● **Exercise description**
The expected answer is a copy of every line in the listing that has the word "percentile".

┏━━

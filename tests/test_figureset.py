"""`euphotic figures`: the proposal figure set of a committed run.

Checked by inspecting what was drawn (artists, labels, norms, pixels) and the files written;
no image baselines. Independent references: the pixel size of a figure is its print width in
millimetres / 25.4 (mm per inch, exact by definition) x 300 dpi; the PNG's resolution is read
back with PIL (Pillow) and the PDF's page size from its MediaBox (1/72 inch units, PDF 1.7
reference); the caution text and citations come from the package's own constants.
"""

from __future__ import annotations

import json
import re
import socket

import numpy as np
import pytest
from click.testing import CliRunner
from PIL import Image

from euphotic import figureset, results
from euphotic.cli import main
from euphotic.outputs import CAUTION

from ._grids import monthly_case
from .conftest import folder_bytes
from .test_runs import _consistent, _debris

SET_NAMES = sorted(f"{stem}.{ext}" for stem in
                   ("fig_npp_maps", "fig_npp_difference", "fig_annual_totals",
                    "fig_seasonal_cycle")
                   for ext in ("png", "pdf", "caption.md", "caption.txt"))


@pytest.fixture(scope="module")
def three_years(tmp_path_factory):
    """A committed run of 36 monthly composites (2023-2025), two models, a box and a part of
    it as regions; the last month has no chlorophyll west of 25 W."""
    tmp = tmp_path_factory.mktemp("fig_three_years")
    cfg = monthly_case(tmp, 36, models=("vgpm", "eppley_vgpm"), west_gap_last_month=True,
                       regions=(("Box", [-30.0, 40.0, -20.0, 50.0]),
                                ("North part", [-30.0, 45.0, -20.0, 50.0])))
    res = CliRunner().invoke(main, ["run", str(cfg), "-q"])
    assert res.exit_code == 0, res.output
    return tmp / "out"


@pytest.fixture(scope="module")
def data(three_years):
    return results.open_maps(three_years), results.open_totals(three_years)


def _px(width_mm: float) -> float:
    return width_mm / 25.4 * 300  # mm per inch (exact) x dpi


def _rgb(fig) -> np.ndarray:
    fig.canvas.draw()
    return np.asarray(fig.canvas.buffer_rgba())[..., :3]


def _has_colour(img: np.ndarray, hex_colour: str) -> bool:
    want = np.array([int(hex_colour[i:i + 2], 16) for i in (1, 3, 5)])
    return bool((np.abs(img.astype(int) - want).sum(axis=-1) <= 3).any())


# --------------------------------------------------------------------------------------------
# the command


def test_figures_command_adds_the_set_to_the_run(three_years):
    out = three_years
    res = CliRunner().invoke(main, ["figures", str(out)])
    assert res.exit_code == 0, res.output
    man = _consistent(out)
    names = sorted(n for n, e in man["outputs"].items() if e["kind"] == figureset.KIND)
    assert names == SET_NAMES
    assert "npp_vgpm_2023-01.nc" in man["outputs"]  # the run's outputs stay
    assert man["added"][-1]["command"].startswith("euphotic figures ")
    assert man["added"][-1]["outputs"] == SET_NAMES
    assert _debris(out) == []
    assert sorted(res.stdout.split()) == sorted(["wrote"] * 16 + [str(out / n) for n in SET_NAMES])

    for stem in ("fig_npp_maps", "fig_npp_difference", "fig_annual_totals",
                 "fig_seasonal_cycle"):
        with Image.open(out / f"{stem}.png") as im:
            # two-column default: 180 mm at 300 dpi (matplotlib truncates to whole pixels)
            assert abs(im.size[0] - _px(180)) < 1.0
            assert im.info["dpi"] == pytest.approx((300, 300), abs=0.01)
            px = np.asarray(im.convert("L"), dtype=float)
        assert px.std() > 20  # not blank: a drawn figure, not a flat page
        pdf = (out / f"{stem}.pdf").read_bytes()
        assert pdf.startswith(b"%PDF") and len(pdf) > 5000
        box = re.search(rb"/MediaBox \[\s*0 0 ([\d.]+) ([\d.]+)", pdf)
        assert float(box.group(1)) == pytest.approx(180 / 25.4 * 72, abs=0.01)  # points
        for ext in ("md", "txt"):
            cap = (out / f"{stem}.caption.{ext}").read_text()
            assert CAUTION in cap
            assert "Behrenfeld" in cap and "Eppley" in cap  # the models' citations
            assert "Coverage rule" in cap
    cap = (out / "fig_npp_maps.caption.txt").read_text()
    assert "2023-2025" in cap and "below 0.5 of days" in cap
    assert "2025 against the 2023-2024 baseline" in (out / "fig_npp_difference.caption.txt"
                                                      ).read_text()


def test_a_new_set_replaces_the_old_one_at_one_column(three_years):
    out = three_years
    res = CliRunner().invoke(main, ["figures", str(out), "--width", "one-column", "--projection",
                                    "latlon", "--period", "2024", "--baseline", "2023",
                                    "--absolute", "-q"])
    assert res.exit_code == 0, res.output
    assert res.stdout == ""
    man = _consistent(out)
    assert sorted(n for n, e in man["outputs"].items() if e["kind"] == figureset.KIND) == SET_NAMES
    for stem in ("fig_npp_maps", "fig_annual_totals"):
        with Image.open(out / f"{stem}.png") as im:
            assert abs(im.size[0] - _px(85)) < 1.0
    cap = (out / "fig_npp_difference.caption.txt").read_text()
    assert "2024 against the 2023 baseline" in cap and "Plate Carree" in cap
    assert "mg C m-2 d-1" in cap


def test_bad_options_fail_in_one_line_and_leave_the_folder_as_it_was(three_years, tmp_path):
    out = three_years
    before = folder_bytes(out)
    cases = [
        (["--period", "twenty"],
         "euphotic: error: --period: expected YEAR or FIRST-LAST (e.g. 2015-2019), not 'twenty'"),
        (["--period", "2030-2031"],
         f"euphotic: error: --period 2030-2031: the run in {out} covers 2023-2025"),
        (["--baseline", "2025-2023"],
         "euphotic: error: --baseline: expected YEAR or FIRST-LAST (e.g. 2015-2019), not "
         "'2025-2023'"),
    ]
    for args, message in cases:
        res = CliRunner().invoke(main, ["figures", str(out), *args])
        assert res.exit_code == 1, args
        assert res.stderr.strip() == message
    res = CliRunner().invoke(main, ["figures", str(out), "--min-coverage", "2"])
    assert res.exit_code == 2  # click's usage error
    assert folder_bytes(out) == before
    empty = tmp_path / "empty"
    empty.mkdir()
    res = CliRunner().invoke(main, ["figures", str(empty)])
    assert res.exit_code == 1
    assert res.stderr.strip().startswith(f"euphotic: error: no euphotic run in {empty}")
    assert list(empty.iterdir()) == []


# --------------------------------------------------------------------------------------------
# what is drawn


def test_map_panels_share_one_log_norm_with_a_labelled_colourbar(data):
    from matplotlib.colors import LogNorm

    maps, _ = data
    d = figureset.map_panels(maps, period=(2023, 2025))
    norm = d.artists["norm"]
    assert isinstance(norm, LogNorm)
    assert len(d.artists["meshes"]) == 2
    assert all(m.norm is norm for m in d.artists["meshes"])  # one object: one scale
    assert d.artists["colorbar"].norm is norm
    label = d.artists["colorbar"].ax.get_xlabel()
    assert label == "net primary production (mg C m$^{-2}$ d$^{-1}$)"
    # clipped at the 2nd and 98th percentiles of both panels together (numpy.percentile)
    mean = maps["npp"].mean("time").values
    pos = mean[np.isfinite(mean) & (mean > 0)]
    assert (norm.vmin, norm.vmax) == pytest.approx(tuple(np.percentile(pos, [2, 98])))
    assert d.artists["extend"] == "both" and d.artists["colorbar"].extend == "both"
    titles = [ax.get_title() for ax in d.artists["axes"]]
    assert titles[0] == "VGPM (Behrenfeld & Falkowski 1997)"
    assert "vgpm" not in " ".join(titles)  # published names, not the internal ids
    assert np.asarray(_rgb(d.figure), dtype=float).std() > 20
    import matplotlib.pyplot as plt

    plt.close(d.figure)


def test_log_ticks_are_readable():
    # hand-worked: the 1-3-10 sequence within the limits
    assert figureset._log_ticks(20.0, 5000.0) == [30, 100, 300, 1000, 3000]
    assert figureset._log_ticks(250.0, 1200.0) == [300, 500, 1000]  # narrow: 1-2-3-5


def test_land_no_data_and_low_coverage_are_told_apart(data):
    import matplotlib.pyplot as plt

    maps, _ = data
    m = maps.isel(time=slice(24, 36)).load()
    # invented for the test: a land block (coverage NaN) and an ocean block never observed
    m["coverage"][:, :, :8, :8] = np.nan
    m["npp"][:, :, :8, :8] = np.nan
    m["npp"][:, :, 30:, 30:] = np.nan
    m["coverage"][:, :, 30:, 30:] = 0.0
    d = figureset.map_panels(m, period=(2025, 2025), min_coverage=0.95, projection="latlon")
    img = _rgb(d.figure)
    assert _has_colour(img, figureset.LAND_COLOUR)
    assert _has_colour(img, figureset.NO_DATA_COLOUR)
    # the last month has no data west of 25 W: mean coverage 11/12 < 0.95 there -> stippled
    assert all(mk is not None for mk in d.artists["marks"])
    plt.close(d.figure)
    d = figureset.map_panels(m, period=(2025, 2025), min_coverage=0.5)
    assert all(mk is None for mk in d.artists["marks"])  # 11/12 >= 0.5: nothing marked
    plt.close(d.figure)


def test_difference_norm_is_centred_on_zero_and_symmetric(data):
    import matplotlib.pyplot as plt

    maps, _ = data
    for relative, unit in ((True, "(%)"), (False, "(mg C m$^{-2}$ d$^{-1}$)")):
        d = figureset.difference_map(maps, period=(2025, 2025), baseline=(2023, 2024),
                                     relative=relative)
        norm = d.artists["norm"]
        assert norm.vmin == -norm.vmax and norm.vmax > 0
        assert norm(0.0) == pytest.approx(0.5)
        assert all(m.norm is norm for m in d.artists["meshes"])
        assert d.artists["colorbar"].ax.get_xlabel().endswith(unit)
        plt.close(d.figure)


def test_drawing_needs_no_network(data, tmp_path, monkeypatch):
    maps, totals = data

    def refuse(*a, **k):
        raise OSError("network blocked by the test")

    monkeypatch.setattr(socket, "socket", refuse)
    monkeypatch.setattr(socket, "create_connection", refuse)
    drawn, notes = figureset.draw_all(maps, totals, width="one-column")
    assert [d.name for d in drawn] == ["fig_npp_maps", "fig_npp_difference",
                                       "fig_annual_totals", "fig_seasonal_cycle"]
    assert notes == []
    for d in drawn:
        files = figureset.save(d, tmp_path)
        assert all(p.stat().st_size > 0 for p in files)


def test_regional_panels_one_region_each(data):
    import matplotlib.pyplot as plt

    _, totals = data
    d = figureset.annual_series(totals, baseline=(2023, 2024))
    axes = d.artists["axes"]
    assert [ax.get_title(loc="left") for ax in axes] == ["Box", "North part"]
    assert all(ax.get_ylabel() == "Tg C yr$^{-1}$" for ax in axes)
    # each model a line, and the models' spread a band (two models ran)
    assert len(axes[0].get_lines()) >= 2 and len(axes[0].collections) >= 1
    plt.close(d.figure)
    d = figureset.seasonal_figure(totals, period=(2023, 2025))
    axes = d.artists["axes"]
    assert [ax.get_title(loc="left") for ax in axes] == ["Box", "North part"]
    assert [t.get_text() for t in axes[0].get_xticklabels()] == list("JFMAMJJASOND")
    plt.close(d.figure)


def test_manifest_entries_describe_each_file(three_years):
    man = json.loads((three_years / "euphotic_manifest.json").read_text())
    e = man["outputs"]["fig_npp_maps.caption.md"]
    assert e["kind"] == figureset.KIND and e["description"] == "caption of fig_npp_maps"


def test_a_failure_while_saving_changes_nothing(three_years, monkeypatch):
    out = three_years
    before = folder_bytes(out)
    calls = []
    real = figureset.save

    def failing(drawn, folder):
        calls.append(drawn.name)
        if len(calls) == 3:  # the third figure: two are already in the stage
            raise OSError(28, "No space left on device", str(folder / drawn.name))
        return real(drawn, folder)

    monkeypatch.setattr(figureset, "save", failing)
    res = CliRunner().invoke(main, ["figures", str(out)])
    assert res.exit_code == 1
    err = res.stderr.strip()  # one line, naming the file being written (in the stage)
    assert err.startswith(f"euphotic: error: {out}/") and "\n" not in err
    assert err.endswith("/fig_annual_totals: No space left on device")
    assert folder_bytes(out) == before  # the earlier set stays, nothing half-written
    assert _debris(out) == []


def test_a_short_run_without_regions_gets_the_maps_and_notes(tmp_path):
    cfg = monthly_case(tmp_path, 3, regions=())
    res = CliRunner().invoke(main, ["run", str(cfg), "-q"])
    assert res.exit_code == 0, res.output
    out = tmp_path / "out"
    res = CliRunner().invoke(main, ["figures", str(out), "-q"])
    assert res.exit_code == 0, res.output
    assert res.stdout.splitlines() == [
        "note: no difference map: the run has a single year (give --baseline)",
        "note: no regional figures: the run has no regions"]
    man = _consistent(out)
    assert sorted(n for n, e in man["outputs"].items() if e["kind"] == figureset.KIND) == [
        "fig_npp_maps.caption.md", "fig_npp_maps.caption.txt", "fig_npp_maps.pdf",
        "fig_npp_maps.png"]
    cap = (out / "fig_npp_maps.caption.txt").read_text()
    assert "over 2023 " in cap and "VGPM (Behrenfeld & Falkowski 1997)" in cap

┗━━

● **Response below**
    # clipped at the 2nd and 98th percentiles of both panels together (numpy.percentile)
    assert (norm.vmin, norm.vmax) == pytest.approx(tuple(np.percentile(pos, [2, 98])))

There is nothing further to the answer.